Error to Court of Insolvency.
Tbe action below was to appropriate the property right of the defendant in a street upon which its lands abut, for the purpose of constructing and operating a switch-track along and upon the street.
One question—whether there was error in the charge, as to the nature and the extent of the property right of an abutting land owner. in a street—was reserved for consideration. All other questions were disposed of at the hearing.
*573Highways were primarily intended for public travel and transportation. But the growing necessities of dense population and of congested business in large towns and cities have led to many public uses of municipal highways that were not originally in actual contemplation, though they are deemed to have been within legal contemplation; and I take it to be the law today that the rights of the public in municipal highways include any and all public uses thereof that are not inconsistent with the uses originally intended. In the nature of things, this enlargement of the uses that the public may rightfully make of municipal highways must go on; and the number and variety of these authorized uses must all the while be more or less indeterminate. They never can be completely catalogued, because we can not say what other public needs may arise to justify additional uses. This brief and compendious statement outlines the rights of the public in municipal highways.
But these rights are not exclusive. Abutting land owners have rights in the highway; and these rights, unlike the public uses, are definite and determinate. They are, the right of access, of light, and of air. These rights arise with the creation of the highway, regardless of the mode of its establishment, and are appendant to the abutting lands; and these are all the rights that have been established by authoritative decisions, as belonging to the owner of abutting lands.
In addition to these private rights or easements, the owner of abutting lands often makes private use of lands within the highway. These private uses may be surface, super-surface, or sub-surface uses; but they rest upon mere license or permission or acquiescence of the public authorities. They are not rights, but privileges, and must give way to any legitimate public use, when required. Elster v. Springfield, 49 O. S., 82.
Only one of these private rights—that of access, or of ingress and egress—was involved in the trial of this case. It was this right of the defendant that the plaintiff sought to appropriate.
In the charge the court, instead of defining the property rights of the defendant in. the street upon which its lands abut, defined in part only the rights of the public in the street, and then said:
*574“Beyond the nse of the street for street purposes, the public can not go; beyond that, all else is private right, belonging to an abutter. In other words, the abutter retains the right' to make such use of the street, for private purposes, as are not in-' consistent with its use by the public for street purposes. And he may exercise such rights in any manner not inconsistent with the public right. If the right which the abutter seeks to exercise is, or hereafter becomes, an interference with or menace to the right of the public, he must conform to such public use; but until required to give way to a public use, he may use the street for his own private purposes, subject to reasonable regulation. * * * As the uses of the public increase, the rights of the abutter diminishes. * * * You will, therefore, have to determine what is the extent of the use which is now made of this street by the public; then, taking into consideration all the surroundings, what use will probably be made of it in the immediate future, and after the laying of this track? How seriously will the exercise, by the railroad company, of the rights acquired by this suit interfere with the rights of the abutting owner?”

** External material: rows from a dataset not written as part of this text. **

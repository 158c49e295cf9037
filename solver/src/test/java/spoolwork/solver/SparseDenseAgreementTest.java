package spoolwork.solver;

import static org.junit.jupiter.api.Assertions.assertEquals;
import static org.junit.jupiter.api.Assertions.assertTrue;

import org.junit.jupiter.api.Test;

import spoolwork.model.Circuit;
import spoolwork.solver.numeric.LinearMethod;
import spoolwork.solver.sample.CircuitGenerator;

/** The condensed sparse step and plain dense LU solve the same equations to the same answer. */
class SparseDenseAgreementTest {
    @Test
    void sameAnswerBothWays() {
        SteadyStateSolver sparse = new SteadyStateSolver(SolverOptions.defaults().withLinearMethod(LinearMethod.SPARSE)
                .withTimeLimit(10));
        SteadyStateSolver dense = new SteadyStateSolver(SolverOptions.defaults().withLinearMethod(LinearMethod.DENSE)
                .withTimeLimit(10));
        for (int seed = 0; seed < 12; seed++) {
            Circuit c = CircuitGenerator.generate(40, seed);
            Solution a = sparse.solve(c, c.states().get(0));
            Solution b = dense.solve(c, c.states().get(0));
            assertTrue(a.converged() && b.converged(), "seed " + seed);
            for (ComponentResult r : a.components().values()) {
                for (var port : r.ports().entrySet()) {
                    assertEquals(b.pressure(r.tag(), port.getKey()), port.getValue().pressure(), 1e-3,
                            "seed " + seed + " " + r.tag() + "." + port.getKey());
                }
            }
        }
    }
}
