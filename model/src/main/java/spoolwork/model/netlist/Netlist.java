package spoolwork.model.netlist;

import java.util.ArrayList;
import java.util.Collections;
import java.util.LinkedHashMap;
import java.util.LinkedHashSet;
import java.util.List;
import java.util.Map;
import java.util.Optional;
import java.util.Set;

import org.jgrapht.Graph;
import org.jgrapht.GraphPath;
import org.jgrapht.alg.connectivity.ConnectivityInspector;
import org.jgrapht.alg.shortestpath.BFSShortestPath;
import org.jgrapht.graph.AsUnmodifiableGraph;
import org.jgrapht.graph.Pseudograph;

import spoolwork.model.Circuit;
import spoolwork.model.Component;
import spoolwork.model.ComponentType;
import spoolwork.model.Endpoint;
import spoolwork.model.Line;
import spoolwork.model.LineKind;
import spoolwork.model.OperatingState;
import spoolwork.model.PortSpec;

/**
 * The hydraulic connectivity of a circuit in one operating state, as a JGraphT multigraph.
 *
 * <p>Nodes are every hydraulic port of every component and every junction. Edges are the drawn lines
 * (shaft couplings excluded) and the component-internal paths of the state: the open spool paths of each
 * directional valve and the main path of every other valve, pump and motor (see
 * {@link ComponentType#internalPaths}). A "net" is a set of nodes joined by lines alone, i.e. the points
 * that share one pressure when lines have no loss. Built once in the constructor; all results are
 * unmodifiable.
 */
public final class Netlist {
    private final Circuit circuit;
    private final Graph<NetNode, NetEdge> graph;
    private final Graph<NetNode, NetEdge> lineGraph;
    private final Map<String, String> driverOf;

    /**
     * @param state the operating state whose spool positions set the valves' internal paths; null for all
     *              valves at rest
     */
    public Netlist(Circuit circuit, OperatingState state) {
        this.circuit = circuit;
        Graph<NetNode, NetEdge> g = new Pseudograph<>(null, null, false);
        Graph<NetNode, NetEdge> lg = new Pseudograph<>(null, null, false);
        for (Component c : circuit.components()) {
            for (PortSpec p : c.type().ports()) {
                if (!p.mechanical()) {
                    NetNode n = new NetNode.Port(c.id(), p.name());
                    g.addVertex(n);
                    lg.addVertex(n);
                }
            }
        }
        circuit.junctions().forEach(j -> {
            g.addVertex(new NetNode.Junction(j.id()));
            lg.addVertex(new NetNode.Junction(j.id()));
        });
        Map<String, String> drivers = new LinkedHashMap<>();
        for (Line l : circuit.lines()) {
            if (l.kind() == LineKind.SHAFT) {
                Component a = circuit.component(l.from().ownerId()).orElseThrow();
                Component b = circuit.component(l.to().ownerId()).orElseThrow();
                if (a.type() == ComponentType.PRIME_MOVER) {
                    drivers.put(b.id(), a.id());
                } else if (b.type() == ComponentType.PRIME_MOVER) {
                    drivers.put(a.id(), b.id());
                }
                continue;
            }
            NetEdge e = new NetEdge.LineEdge(l.id());
            g.addEdge(node(l.from()), node(l.to()), e);
            lg.addEdge(node(l.from()), node(l.to()), e);
        }
        for (Component c : circuit.components()) {
            String position = state == null ? null : state.positionOf(c.id());
            for (List<String> path : c.type().internalPaths(c.options(), position)) {
                g.addEdge(new NetNode.Port(c.id(), path.get(0)), new NetNode.Port(c.id(), path.get(1)),
                        new NetEdge.InternalEdge(c.id(), path.get(0), path.get(1)));
            }
        }
        this.graph = new AsUnmodifiableGraph<>(g);
        this.lineGraph = new AsUnmodifiableGraph<>(lg);
        this.driverOf = Collections.unmodifiableMap(drivers);
    }

    /** The node a line endpoint sits on. */
    public static NetNode node(Endpoint e) {
        if (e instanceof Endpoint.PortRef p) {
            return new NetNode.Port(p.componentId(), p.port());
        }
        return new NetNode.Junction(((Endpoint.JunctionRef) e).junctionId());
    }

    public Circuit circuit() {
        return circuit;
    }

    /** The whole graph: lines and internal paths (unmodifiable view). */
    public Graph<NetNode, NetEdge> graph() {
        return graph;
    }

    /** Hydraulic ports with no line attached, in drawing order. */
    public List<NetNode.Port> unconnectedPorts() {
        List<NetNode.Port> out = new ArrayList<>();
        for (NetNode n : lineGraph.vertexSet()) {
            if (n instanceof NetNode.Port p && lineGraph.degreeOf(n) == 0) {
                out.add(p);
            }
        }
        return out;
    }

    /** Connected sub-networks through lines and internal paths; each set in graph order (copies). */
    public List<Set<NetNode>> subNetworks() {
        return copy(new ConnectivityInspector<>(graph).connectedSets());
    }

    /** Nets: nodes joined by lines and junctions alone (copies); a lone unconnected port is a net of its own. */
    public List<Set<NetNode>> nets() {
        return copy(new ConnectivityInspector<>(lineGraph).connectedSets());
    }

    /** The net containing the given node. */
    public Set<NetNode> netOf(NetNode n) {
        return Collections.unmodifiableSet(new LinkedHashSet<>(new ConnectivityInspector<>(lineGraph).connectedSetOf(n)));
    }

    /** A path with the fewest edges between two nodes through lines and internal paths, if any. */
    public Optional<GraphPath<NetNode, NetEdge>> path(NetNode from, NetNode to) {
        if (!graph.containsVertex(from) || !graph.containsVertex(to)) {
            throw new IllegalArgumentException("no such node: " + (graph.containsVertex(from) ? to : from));
        }
        return Optional.ofNullable(new BFSShortestPath<>(graph).getPath(from, to));
    }

    /** The reservoir ports, which sit at the reference (zero gauge) pressure. */
    public List<NetNode.Port> reservoirPorts() {
        List<NetNode.Port> out = new ArrayList<>();
        for (Component c : circuit.components()) {
            if (c.type() == ComponentType.RESERVOIR) {
                for (PortSpec p : c.type().ports()) {
                    out.add(new NetNode.Port(c.id(), p.name()));
                }
            }
        }
        return out;
    }

    /** Nodes with no path to any reservoir port: their pressure is not fixed by the network. */
    public Set<NetNode> nodesWithoutReservoir() {
        ConnectivityInspector<NetNode, NetEdge> ci = new ConnectivityInspector<>(graph);
        Set<NetNode> reached = new LinkedHashSet<>();
        for (NetNode.Port r : reservoirPorts()) {
            reached.addAll(ci.connectedSetOf(r));
        }
        Set<NetNode> out = new LinkedHashSet<>(graph.vertexSet());
        out.removeAll(reached);
        return Collections.unmodifiableSet(out);
    }

    /** For each pump or motor id coupled by a shaft line to a prime mover, that prime mover's id. */
    public Map<String, String> drivers() {
        return driverOf;
    }

    private static List<Set<NetNode>> copy(List<Set<NetNode>> sets) {
        List<Set<NetNode>> out = new ArrayList<>();
        for (Set<NetNode> s : sets) {
            out.add(Collections.unmodifiableSet(new LinkedHashSet<>(s)));
        }
        return Collections.unmodifiableList(out);
    }
}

The trial judge but ill-defined the public street uses, and he then told the jury that all other uses, not inconsistent with street uses, belonged to the owner of the abutting lands; and he did not otherwise define the defendant’s rights in the street. He further told the jury that “as the use of the public increases, the rights of the abutter diminish.” This could no.t be so, except as to uses made by mere license or acquiescence of the public; for the juristic rights—the property rights—of the land owner are as inviolate by the public authorities as by the railway company. The court failed to define the property right of the defendant’ that was involved, failed to distinguish between, this juristic right and mere privileges in the street, and in effect instructed the jury to compensate the defendant for loss of mere privileges, for which it had no legal right to compensation:
For these errors, the judgment of the trial court is reversed.